- Task item -
Using the entries that follow, give only the number of lines with the word "interface" in them.

===== Dataset =====

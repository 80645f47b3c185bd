import type { components } from '../../../openapi/types/desk';
import type { Database } from '../database/database';
import type { Page } from '../http/page';

export type EditionState = components['schemas']['EditionState'];

export interface PersonName {
  readonly id: string;
  readonly name: string;
}

interface EditionRow {
  id: string;
  estimatorId: string;
  number: number;
  fitId: string;
  state: EditionState;
  changeNote: string;
  /** Canonical JSON, frozen. */
  formula: string;
  checksum: string;
  /** JSON. */
  inputSchema: string;
  /** JSON. */
  cautions: string;
  method: string;
  rmse: number;
  recordCount: number;
  inputCount: number;
  createdAt: string;
  createdBy: string;
  submittedAt: string | null;
  submittedBy: string | null;
  inForceAt: string | null;
  inForceBy: string | null;
  endedAt: string | null;
  sunsetAt: string | null;
}

export type NewEdition = Pick<
  EditionRow,
  | 'id'
  | 'estimatorId'
  | 'number'
  | 'fitId'
  | 'changeNote'
  | 'formula'
  | 'checksum'
  | 'method'
  | 'rmse'
  | 'recordCount'
  | 'inputCount'
  | 'createdAt'
  | 'createdBy'
> & { readonly inputSchema: Readonly<Record<string, unknown>>; readonly cautions: readonly string[] };

type Bare = Omit<EditionRow, 'formula' | 'inputSchema' | 'cautions' | 'createdBy' | 'submittedBy' | 'inForceBy'>;

/** An edition as lists show it: without its formula. */
export interface EditionRecord extends Readonly<Bare> {
  readonly slug: string;
  readonly estimatorName: string;
  readonly unit: string;
  readonly createdBy: PersonName;
  readonly submittedBy: PersonName | null;
  readonly inForceBy: PersonName | null;
}

/** What evaluating needs. */
export interface EditionContent {
  readonly id: string;
  readonly formula: string;
  readonly inputSchema: Readonly<Record<string, unknown>>;
  readonly cautions: readonly string[];
}

export interface EditionEvent {
  readonly at: string;
  readonly by: PersonName;
  readonly state: EditionState;
  readonly note: string;
}

type ListedRow = Bare & {
  slug: string;
  estimatorName: string;
  unit: string;
  createdBy: string;
  createdByName: string;
  submittedBy: string | null;
  submittedByName: string | null;
  inForceBy: string | null;
  inForceByName: string | null;
};

export type EditionMove = Partial<
  Pick<EditionRow, 'submittedAt' | 'submittedBy' | 'inForceAt' | 'inForceBy' | 'endedAt' | 'sunsetAt'>
> & {
  readonly state: EditionState;
};

const listedColumns = [
  'id',
  'estimatorId',
  'number',
  'fitId',
  'state',
  'changeNote',
  'checksum',
  'method',
  'rmse',
  'recordCount',
  'inputCount',
]
  .concat(['createdAt', 'createdBy', 'submittedAt', 'submittedBy', 'inForceAt', 'inForceBy', 'endedAt', 'sunsetAt'])
  .map((column) => `editions.${column}`);

export class EditionsStore {
  constructor(private readonly database: Database) {}

  async insert(edition: NewEdition): Promise<void> {
    const { inputSchema, cautions } = edition;
    const json = { inputSchema: JSON.stringify(inputSchema), cautions: JSON.stringify(cautions) };
    await this.database.table<EditionRow>('editions').insert({ ...edition, ...json, state: 'draft' });
  }

  async lastNumber(estimatorId: string): Promise<number> {
    const row = await this.database.connection('editions').where({ estimatorId }).max({ last: 'number' }).first();
    return Number(row?.['last'] ?? 0);
  }

  async find(id: string): Promise<EditionRecord | null> {
    return this.first(this.listed().where('editions.id', id));
  }

  async findByNumber(estimatorId: string, number: number): Promise<EditionRecord | null> {
    return this.first(this.listed().where({ 'editions.estimatorId': estimatorId, 'editions.number': number }));
  }

  async list(estimatorId: string, { limit, offset }: Page): Promise<EditionRecord[]> {
    const rows = (await this.listed()
      .where({ estimatorId })
      .orderBy('editions.number', 'desc')
      .limit(limit)
      .offset(offset)) as ListedRow[];
    return rows.map(toRecord);
  }

  async count(estimatorId: string): Promise<number> {
    const row = await this.database.connection('editions').where({ estimatorId }).count({ total: '*' }).first();
    return Number(row?.['total'] ?? 0);
  }

  /** Of each of these estimators the edition in force, where there is one. */
  async inForceOf(estimatorIds: readonly string[]): Promise<EditionRecord[]> {
    const rows = (await this.listed()
      .where('editions.state', 'in-force')
      .whereIn('editions.estimatorId', [...estimatorIds])) as ListedRow[];
    return rows.map(toRecord);
  }

  /** Of every estimator, by name. */
  async listInState(state: EditionState): Promise<EditionRecord[]> {
    const rows = (await this.listed()
      .where('editions.state', state)
      .orderBy('estimators.name')
      .orderBy('editions.id')) as ListedRow[];
    return rows.map(toRecord);
  }

  async listOfFit(fitId: string): Promise<{ id: string; number: number; state: EditionState }[]> {
    const rows = await this.database
      .table<EditionRow>('editions')
      .where({ fitId })
      .orderBy('number')
      .select('id', 'number', 'state');
    return rows.map(({ id, number, state }) => ({ id, number, state }));
  }

  async content(id: string): Promise<EditionContent | null> {
    const row = await this.database
      .table<EditionRow>('editions')
      .where({ id })
      .first('id', 'formula', 'inputSchema', 'cautions');
    if (!row) return null;
    return {
      id: row.id,
      formula: row.formula,
      inputSchema: JSON.parse(row.inputSchema) as Record<string, unknown>,
      cautions: JSON.parse(row.cautions) as string[],
    };
  }

  /** False when the edition was no longer in `from`: somebody else was quicker. */
  async move(id: string, from: EditionState, move: EditionMove): Promise<boolean> {
    return (await this.database.table<EditionRow>('editions').where({ id, state: from }).update(move)) === 1;
  }

  async insertEvent(event: {
    readonly editionId: string;
    readonly at: string;
    readonly by: string;
    readonly state: EditionState;
    readonly note: string;
  }): Promise<void> {
    await this.database.table('editionEvents').insert(event);
  }

  async events(editionId: string): Promise<EditionEvent[]> {
    const rows = (await this.database
      .connection('editionEvents')
      .join('people', 'people.id', 'editionEvents.by')
      .where({ editionId })
      .orderBy('editionEvents.id')
      .select(
        'editionEvents.at',
        'editionEvents.by',
        'people.name as byName',
        'editionEvents.state',
        'editionEvents.note',
      )) as {
      at: string;
      by: string;
      byName: string;
      state: EditionState;
      note: string;
    }[];
    return rows.map(({ at, by, byName, state, note }) => ({ at, by: { id: by, name: byName }, state, note }));
  }

  private listed() {
    return this.database
      .connection('editions')
      .join('estimators', 'estimators.id', 'editions.estimatorId')
      .join('people as creators', 'creators.id', 'editions.createdBy')
      .leftJoin('people as submitters', 'submitters.id', 'editions.submittedBy')
      .leftJoin('people as approvers', 'approvers.id', 'editions.inForceBy')
      .select(listedColumns)
      .select('estimators.slug', 'estimators.name as estimatorName', 'estimators.unit')
      .select(
        'creators.name as createdByName',
        'submitters.name as submittedByName',
        'approvers.name as inForceByName',
      );
  }

  private async first(query: ReturnType<EditionsStore['listed']>): Promise<EditionRecord | null> {
    const row = (await query.first()) as ListedRow | undefined;
    return row ? toRecord(row) : null;
  }
}

function toRecord(row: ListedRow): EditionRecord {
  const { createdByName, submittedByName, inForceByName, ...rest } = row;
  return {
    ...rest,
    createdBy: { id: row.createdBy, name: createdByName },
    submittedBy: personName(row.submittedBy, submittedByName),
    inForceBy: personName(row.inForceBy, inForceByName),
  };
}

function personName(id: string | null, name: string | null): PersonName | null {
  return id !== null && name !== null ? { id, name } : null;
}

=====

- Problem solution -
5